Bagian keenam
Tangerang (babadbanten.com). Seperti mendapat durian yang jatuh dari pohonnya. Perubahan Politik di Indonesia Akibat gerpol 98 membuka katub yang selama ini tertutup rapat yang sangat mustahil bisa dibuka oleh siapapun.
Namun sepertinya, kehendakNya jua yang menghendaki terjadinya perubahan tersebut. Gerakan politik yang begitu keras untuk meruntuhkan kekuasaan orde baru tidak diimbangi oleh kesiapan mental dan ekonomi yang berpihak pada rakyat kebanyakan.

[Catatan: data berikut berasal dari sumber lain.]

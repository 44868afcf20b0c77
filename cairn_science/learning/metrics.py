"""Scores and the statistics around them: chance levels, spreads, block permutation tests
(also of choosing the best of several models), participant bootstrap intervals, the
corrected resampled t-test and Holm's adjustment.

Scores are computed as :mod:`sklearn.metrics` computes them (the same formulas, on the same
confusion matrices, summed in the same order, so the values are equal to the last bit; the
tests compare them with scikit-learn's functions), from labels encoded once as class indices:
scikit-learn's own functions re-check string labels on every call, which dominated a
training evaluation. Undefined values follow scikit-learn: a recall or F1 whose denominator is
zero is 0 (``zero_division=0``; look at ``support`` to tell such a 0 from a real one) and
Cohen's kappa is NaN when both raters put every row in one class.
"""

from __future__ import annotations

import math
from collections.abc import Callable

import numpy as np
from scipy import stats

METRICS = ("accuracy", "balanced_accuracy", "macro_f1", "kappa")
FEW_FOLDS = 10
_FEW_FOLDS_CAUTION = (
    "too few folds for a meaningful test: with fewer than 10 fold differences the corrected "
    "t-test has little power and its p-value is unstable; report the differences themselves"
)


# --------------------------------------------------------------------------- helpers


def _as_1d(values, field):
    arr = np.asarray(values)
    if arr.ndim != 1:
        raise ValueError(f"{field} must be one value per row (1-D), got shape {arr.shape}")
    return arr


def _pair(y_true, y_pred, labels):
    y_true, y_pred, labels, _, _ = _encoded_pair(y_true, y_pred, labels)
    return y_true, y_pred, labels


def _encoded_pair(y_true, y_pred, labels):
    """Checked (y_true, y_pred, labels) with the class index of every y_true and y_pred."""
    y_true = _as_1d(y_true, "y_true")
    y_pred = _as_1d(y_pred, "y_pred")
    if y_true.shape != y_pred.shape:
        raise ValueError(
            f"y_true and y_pred must have the same length, got {y_true.size} and {y_pred.size}")
    if y_true.size == 0:
        raise ValueError("y_true is empty; scores need at least one row")
    labels = _labels(labels)
    return (y_true, y_pred, labels, _codes(y_true, labels, "y_true"),
            _codes(y_pred, labels, "y_pred"))


def _labels(labels):
    if labels is None:
        raise ValueError("labels is missing; pass the list of all classes, in report order")
    labels = np.asarray(list(labels))
    if labels.ndim != 1 or labels.size < 2:
        raise ValueError("labels must list at least 2 classes")
    if np.unique(labels).size != labels.size:
        raise ValueError(f"labels contains duplicates: {[_plain(v) for v in labels]}")
    return labels


def _plain(value):
    """numpy scalar -> Python scalar (for dict keys and JSON)."""
    return value.item() if isinstance(value, np.generic) else value


def _metric_from_confusion(cm: np.ndarray, metric: str) -> np.ndarray:
    """``metric`` from confusion matrices ``cm`` (..., K, K; rows true, columns predicted).

    Same definitions as scikit-learn: balanced accuracy averages the recall of the classes
    present in y_true; macro F1 averages F1 over the classes present in y_true or y_pred
    (scikit-learn's default label set); kappa is NaN when the expected agreement is 1.
    """
    cm = np.asarray(cm, dtype=float)
    tp = np.diagonal(cm, axis1=-2, axis2=-1)
    true_n = cm.sum(axis=-1)
    pred_n = cm.sum(axis=-2)
    total = true_n.sum(axis=-1)
    with np.errstate(invalid="ignore", divide="ignore"):
        if metric == "accuracy":
            return tp.sum(axis=-1) / total
        if metric == "balanced_accuracy":
            present = true_n > 0
            recall = np.where(present, tp / np.where(present, true_n, 1.0), 0.0)
            return recall.sum(axis=-1) / present.sum(axis=-1)
        if metric == "macro_f1":
            present = (true_n + pred_n) > 0
            denom = true_n + pred_n  # 2 tp + fp + fn
            f1 = np.where(present, 2.0 * tp / np.where(present, denom, 1.0), 0.0)
            return f1.sum(axis=-1) / present.sum(axis=-1)
        if metric == "kappa":
            observed = tp.sum(axis=-1) / total
            expected = (true_n * pred_n).sum(axis=-1) / total**2
            return np.where(1.0 - expected <= 1e-12, np.nan,
                            (observed - expected) / (1.0 - expected))
    raise ValueError(f"metric must be one of {', '.join(METRICS)}, got {metric!r}")


def _codes(values, labels, field):
    """Index of each value in ``labels`` (ValueError naming ``field`` for unknown values)."""
    sorter = np.argsort(labels, kind="stable")
    pos = np.searchsorted(labels, values, sorter=sorter)
    pos = np.minimum(pos, labels.size - 1)
    codes = sorter[pos]
    bad = labels[codes] != values
    if np.any(bad):
        raise ValueError(f"{field} contains {_plain(values[bad][0])!r}, which is not in labels "
                         f"{[_plain(v) for v in labels]}; pass every class in labels")
    return codes


def _confusion(y_true, y_pred, labels):
    """Confusion counts (rows true, columns predicted, in ``labels`` order), in numpy: the
    permutation test computes thousands, and sklearn's input checks dominate at this size."""
    k = labels.size
    flat = _codes(y_true, labels, "y_true") * k + _codes(y_pred, labels, "y_pred")
    return np.bincount(flat, minlength=k * k).reshape(k, k)


def _metric_fn(metric, labels) -> Callable:
    """A function (y_true, y_pred) -> float for a metric name or callable."""
    if callable(metric):
        return metric
    if metric not in METRICS:
        raise ValueError(f"metric must be one of {', '.join(METRICS)} or a callable, "
                         f"got {metric!r}")

    def score(y_true, y_pred):
        y_true, y_pred = np.asarray(y_true), np.asarray(y_pred)
        # every predicted class must be a column of the confusion matrix
        extra = np.setdiff1d(np.unique(y_pred), labels)
        labs = np.concatenate([labels, extra]) if extra.size else labels
        return float(_metric_from_confusion(_confusion(y_true, y_pred, labs), metric))

    return score


# --------------------------------------------------------------------------- scores


def _scores_of_codes(t_idx: np.ndarray, p_idx: np.ndarray, labels: np.ndarray,
                     order: np.ndarray) -> dict:
    """:func:`scores` from class indices into ``labels``; ``order`` sorts ``labels``.

    Each value is computed with scikit-learn's formula and summation order (1.9): accuracy
    is the share of equal pairs; balanced accuracy the mean, over the classes present in
    y_true in sorted order, of diag / row sum; macro F1 the mean, over the classes present
    in y_true or y_pred in sorted order, of 2 tp / (true + predicted); kappa is
    1 - sum(w * C) / sum(w * E) on the confusion matrix in ``labels`` order, with w = 1 off
    the diagonal and E the outer product of the column and row sums over the total, NaN
    when that denominator is 0.
    """
    k = labels.size
    n = int(t_idx.size)
    cm = np.bincount(t_idx * k + p_idx, minlength=k * k).reshape(k, k)
    tp = np.diagonal(cm)
    true_n = cm.sum(axis=1)
    pred_n = cm.sum(axis=0)
    # sorted label order, as scikit-learn's unique_labels gives without ``labels``
    cm_sorted = cm[np.ix_(order, order)].astype(float)
    tp_s, true_s, pred_s = tp[order], true_n[order], pred_n[order]
    with np.errstate(divide="ignore", invalid="ignore"):
        per_class = np.diagonal(cm_sorted) / cm_sorted.sum(axis=1)
    balanced = float(np.mean(per_class[~np.isnan(per_class)]))
    present = (true_s + pred_s) > 0
    f1 = (2.0 * tp_s[present].astype(float)) / (1.0 * true_s[present].astype(float)
                                                 + pred_s[present].astype(float))
    macro_f1 = float(np.average(f1))
    confusion = cm.astype(float)
    sum0 = np.sum(confusion, axis=0)
    sum1 = np.sum(confusion, axis=1)
    total = np.sum(sum0)
    kappa = math.nan
    if total != 0:
        weights = np.ones((k, k))
        np.fill_diagonal(weights, 0)
        denominator = np.sum(weights * (np.outer(sum0, sum1) / total))
        if denominator != 0:
            kappa = float(1 - np.sum(weights * confusion) / denominator)
    safe = np.where(true_n > 0, true_n, 1).astype(float)
    recall = np.where(true_n > 0, tp / safe, 0.0)
    return {
        "accuracy": float(np.average(t_idx == p_idx)),
        "balanced_accuracy": balanced,
        "macro_f1": macro_f1,
        "kappa": kappa,
        "confusion": cm.tolist(),
        "recall": {_plain(lab): float(r) for lab, r in zip(labels, recall, strict=True)},
        "support": {_plain(lab): int(c) for lab, c in zip(labels, true_n, strict=True)},
        "n": n,
    }


def scores(y_true, y_pred, *, labels) -> dict:
    """Accuracy, balanced accuracy, macro F1, Cohen's kappa, per-class recall and the
    confusion matrix (rows true, columns predicted, in ``labels`` order), equal to
    scikit-learn's ``accuracy_score``, ``balanced_accuracy_score``, ``f1_score(average=
    "macro", zero_division=0)``, ``cohen_kappa_score(labels=labels)``, ``recall_score(
    labels=labels, average=None, zero_division=0)`` and ``confusion_matrix(labels=labels)``.

    ``balanced_accuracy`` and ``macro_f1`` use scikit-learn's defaults (classes present in
    y_true, resp. in y_true or y_pred); ``recall`` lists every label, 0 where the label has no
    true rows (see ``support``); ``kappa`` is NaN when undefined.
    """
    _, _, labels, t_idx, p_idx = _encoded_pair(y_true, y_pred, labels)
    return _scores_of_codes(t_idx, p_idx, labels, np.argsort(labels, kind="stable"))


def per_site(y_true, y_pred, sites, *, labels) -> dict:
    """:func:`scores` for each site's rows, keyed by site (sorted); labels encoded once."""
    y_true, _, labels, t_idx, p_idx = _encoded_pair(y_true, y_pred, labels)
    sites = _as_1d(sites, "sites")
    if sites.size != y_true.size:
        raise ValueError(f"sites must have one value per row ({y_true.size}), got {sites.size}")
    order = np.argsort(labels, kind="stable")
    site_ids, site_of_row = np.unique(sites, return_inverse=True)
    return {_plain(site): _scores_of_codes(t_idx[site_of_row == i], p_idx[site_of_row == i],
                                           labels, order)
            for i, site in enumerate(site_ids)}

Padahal seandainya saja gerakan politik 98 sudah berhitung matang dari sisi kesiapan ekonomi rakyat kecil, kemungkinannya perubahan politik tidak begitu berdampak begitu besar kepada rakyat. Rakyat tidak akan mungkin menjadi “pengemis politik”. Tapi akan memanfaatkan kesempatan dan peluang tersebut untuk memperkuat barganing politik untuk kesejahteraan rakyat.
Partai-partai tumbuh bagaikan jamur di musim hujan. Seiring waktu, ketokohan 98 mulai redup. Karena Paket Reformasi gagal mewujudkan harapan rakyat. Perubahan politik dari rezim orde baru ke rezim Reformasi tidak memberikan perubahan signifikan bagi kesejahteraan rakyat. Agenda penghapusan KKN (kolusi korupsi dan nepotisme) yang begitu nyaring ternyata hanya untuk menghantam elit politik tertentu. Bahkan di era rezim Reformasi praktek KKN sudah tanpa rasa malu-malu lagi.
Lihatlah pejabat yang terkena OTT KPK dan Kejagung, mereka bangga dengan senyumannya dan menenteng koper ke dalam gedung KPK dengan mengenakan Jaket orange.
Maka tidak mengherankan bila celah mental anak bangsa kita yang masih rapuh ini menjadi pintu masuk yang paling mudah untuk “menguasai” sumber daya kekayaan bangsa baik SDA yang melimpah maupun SDM yang berkualitas yang bisa dimanfaatkan untuk proxy asing.
Disinilah sesungguhnya konteks “Walisongo” di zaman Metaverse harus kita pahami dan tempatkan. Agar kita tidak terkungkung oleh kehaluan yang membekukan.
“Walisongo” sebagai sebuah entitas spesial pada zamannya yang telah mampu menjadi pemandu bangsa Nusantara mencapai kejayaannya harus bisa dimaknai dalam konteks kekinian.
Sebab zaman sekarang di era Metaverse pun pertandingannya masih terus berlangsung dan akan terus berlanjut sampai siapa yang sesungguhnya berhak mendapatkan supremasi sebagai yang terkuat dan menang dalam pertandingan akhir zaman di Nusantara ini. Apakah Walisongo ataukah 9 Naga. Waktu yang akan membuktikan dan menjadi saksinya.(red/TS/101).